Shooting Sports are the Best Sports

Shooting Sports are the Best Sports

Last Thursday I packed up my bow and went to our sportsmen's club with the hubby to get some target archery practice in. I was itching to shoot since we basically took the summer off to travel. Being back on the range felt so. darn. good.

Back in one of my favorite places! This range goes out to 70 meters, the full Olympic distance for a recurve bow.

Part of why I wanted us to shoot is that I signed us up for a match. We just picked up archery this March, but we are already signed up for matches. I cannot help it - I am a competitor to the core. We are registered for the Cobweb Classic at Ace Archers in Foxboro, Massachusetts on Sept. 16. That's less than a month away! 

The match will have us shooting 60 arrows total. The shots are split up so that we'll shoot three shots in sequence within two minutes then go score them. That is called an "end". This repeats twenty times for a total of 60 shots. After not shooting my compound bow regularly for a month and a half, I need to get back in the habit and build up endurance to shoot 60 shots.

The match will be indoors with the targets at 18m, so shooting outside at 30m isn't quite the same. But just drawing and shooting will help me get my bow muscles back, and Thursday was too nice of a day to pass up the chance to soak up the sun for one last outdoor archery practice. Typically there is an archery league at my club on Thursday nights but we must have missed the announcement that the league ended because we were the only ones there. It turned out great, because the solitude let Josh and I chat and take photos and make goofy comments without fear of judgment. 

Josh shooting his Hoyt Pro Comp compound bow. We experimented with the "action" settings on our iPhone cameras with great results. We each have a photo of our arrow immediately following release from the bow.

Josh shooting his Hoyt Pro Comp compound bow. We experimented with the "action" settings on our iPhone cameras with great results. We each have a photo of our arrow immediately following release from the bow.

As I drew back on my first shot, I felt so happy just to be on the range. I need to fling a few thousand more arrows down range to truly feel as comfortable shooting my bow accurately as I do shooting either of my competition rifles. Still, there are certain skills that translate between shooting sports disciplines.

Having a shot plan is one of those skills. When I draw the bow back, I have steps in my mind that help me execute each shot. I must have subconsciously identified it while training throughout the spring and early summer. To really solidify it I'll need to write it down and modify it until my shot plan is an accurate representation of what I need to do for accurate shooting.

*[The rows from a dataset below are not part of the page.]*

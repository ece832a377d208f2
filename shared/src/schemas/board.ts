import { z } from 'zod';
import { isoDateTime } from './common';
import { verdictSchema } from './assessments';

/**
 * What a bed's data is doing right now, worst first when several apply:
 * no-monitor (nothing assigned), quarantining (inbound refused into quarantine in the last minutes),
 * stale (the monitor has not sent recently), no-patient (results wait for the EHR to name the patient),
 * sending (data arrives and results find their patient).
 */
export const bedDataStateSchema = z.enum(['no-monitor', 'quarantining', 'stale', 'no-patient', 'sending']);
export type BedDataState = z.infer<typeof bedDataStateSchema>;

export const boardQuerySchema = z.object({
  unit: z.string().max(64).optional(),
  state: bedDataStateSchema.optional(),
  /** Matches bed name, monitor identifier or patient reference. */
  q: z.string().max(64).optional(),
  page: z.coerce.number().int().min(1).default(1),
  pageSize: z.coerce.number().int().min(1).max(500).default(60),
});
export type BoardQuery = z.infer<typeof boardQuerySchema>;

/** One point of a bed's last hour: the mean PPV of the usable windows in a 5-minute bucket. */
export const miniTrendPointSchema = z.object({ t: z.string(), ppv: z.number().nullable(), verdict: verdictSchema.nullable() });

export const bedTileSchema = z.object({
  bedId: z.string(),
  bedName: z.string(),
  unit: z.string(),
  patientRef: z.string().nullable(),
  /** From the EHR's Patient resource once the delivery capability caches it; null until then. */
  patientName: z.string().nullable(),
  patientMrn: z.string().nullable(),
  monitor: z.object({ id: z.string(), identifier: z.string(), lastSeenAt: z.string().nullable() }).nullable(),
  state: bedDataStateSchema,
  /** In words, why the state is what it is. */
  stateReason: z.string(),
  latest: z
    .object({
      assessmentId: z.string(),
      windowEnd: z.string(),
      ageSeconds: z.number(),
      verdict: verdictSchema,
      ppv: z.number().nullable(),
      spv: z.number().nullable(),
      deltaPop: z.number().nullable(),
      /** The most severe quality flag of the window, in words (null when it has none). */
      mainFlag: z.object({ code: z.string(), severity: z.string(), reason: z.string() }).nullable(),
      flagCount: z.number().int(),
    })
    .nullable(),
  trend: z.array(miniTrendPointSchema),
});
export type BedTile = z.infer<typeof bedTileSchema>;

export const boardSchema = z.object({
  generatedAt: z.string(),
  /** Seconds without data after which a monitor counts as stale. */
  staleAfterSeconds: z.number(),
  units: z.array(z.string()),
  /** Beds per state over the whole board (before the state filter and paging). */
  counts: z.record(bedDataStateSchema, z.number().int()),
  items: z.array(bedTileSchema),
  page: z.number().int(),
  pageSize: z.number().int(),
  total: z.number().int(),
});
export type Board = z.infer<typeof boardSchema>;

export const trendQuerySchema = z.object({
  /** Span ending now (or at `to`), hours, 1 to 48. */
  hours: z.coerce.number().min(1).max(48).default(6),
  to: isoDateTime.optional(),
  /** Above this many windows in the span the series is reduced to min/max per bucket. */
  maxPoints: z.coerce.number().int().min(50).max(5000).default(1200),
});
export type TrendQuery = z.infer<typeof trendQuerySchema>;

const valueSchema = z.number().nullable();

/**
 * One point of a bed trend. Raw: one window. Downsampled: one bucket, keeping the minimum and
 * maximum PPV windows (so a peak is never averaged away) and the worst verdict in it.
 */
export const trendPointSchema = z.object({
  t: z.string(),
  assessmentId: z.string(),
  verdict: verdictSchema,
  ppv: valueSchema,
  spv: valueSchema,
  deltaPop: valueSchema,
  heartRate: valueSchema,
  respiratoryRate: valueSchema,
  /** Windows this point stands for (1 when raw). */
  windows: z.number().int(),
});
export type TrendPoint = z.infer<typeof trendPointSchema>;

export const trendEventSchema = z.object({
  t: z.string(),
  kind: z.enum(['tidal-volume', 'ventilation-mode', 'vasopressor', 'checklist', 'bed-transfer', 'tidal-volume-challenge', 'flush-test']),
  label: z.string(),
  assessmentId: z.string().nullable(),
});
export type TrendEvent = z.infer<typeof trendEventSchema>;

export const bedTrendSchema = z.object({
  bed: z.object({ id: z.string(), name: z.string(), unit: z.string() }),
  from: z.string(),
  to: z.string(),
  /** Windows in the span; points are fewer when downsampled. */
  windows: z.number().int(),
  downsampled: z.boolean(),
  bucketSeconds: z.number().nullable(),
  points: z.array(trendPointSchema),
  events: z.array(trendEventSchema),
  /** The PPV band from site settings, with where it comes from. */
  greyZone: z.object({ lower: z.number().nullable(), upper: z.number().nullable(), label: z.string(), source: z.string() }).nullable(),
});
export type BedTrend = z.infer<typeof bedTrendSchema>;

/** The latest flush test of a monitor's arterial line (engine's FlushTestResult), or null. */
export const latestFlushTestSchema = z.object({
  latest: z
    .object({
      assessmentId: z.string(),
      windowEnd: z.string(),
      flushTest: z.object({
        releaseTime: z.number(),
        naturalFrequencyHz: z.number().nullable(),
        dampingRatio: z.number().nullable(),
        amplitudeRatio: z.number().nullable(),
        oscillations: z.number(),
        region: z.string(),
        regionText: z.string(),
      }),
      dampingEstimate: z.string().nullable(),
    })
    .nullable(),
});
export type LatestFlushTest = z.infer<typeof latestFlushTestSchema>;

That first shot back felt right. I focused on the front sight, making sure the bubble level was true and keeping the sight picture clear. I squeezed my shoulder blades together like I've been instructed to do, and the shot released. I smiled.

This is the face of an archer who just nailed the ten ring. I asked my husband to take this photo of me in this moment, because I knew things just felt right on my first shot back after a month and a half of traveling.

It was a 10, a perfect shot.

Dead nuts, center of the target. On closer inspection it turned out to be ever so slightly low and right but from 30m downrange it sure looked and felt perfect.

First shot back from a month and a half off - it's a bullseye! 

Since no one else was there, we went downrange to inspect and document this momentous shot. I was elated. That's exactly what target shooting is all about. Develop a process, live out that process, execute cleanly and reap the rewards. 

I know that sometimes it isn't that simple. I've had my share of shots, stages, matches, and whole competitive seasons where things just don't go my way no matter how much practice I put in. Moments like that were horrible to go through, but the only thing worse than going through the tough times in the shooting sports would have been to quit the shooting sports. Then those bad shots, bad matches, bad seasons would be the end for me. But I do not define my history with the shooting sports by any one shots, one match, one season.

Each day that I pick up my rifle or my bow I am redefining my experience in target shooting. Every shot is a new chance to achieve perfection. The shooting sports are challenging. The outcome of a shot, match, or season depend entirely on the shooter and her ability to master her mind, the conditions at the range, and the process of firing a well-executed shot. It is that challenge keeps me coming back, driven by the desire to "get it right" on the next shot.

And on the shots that I do get it right... Man, it reminds me why shooting sports are the best sports.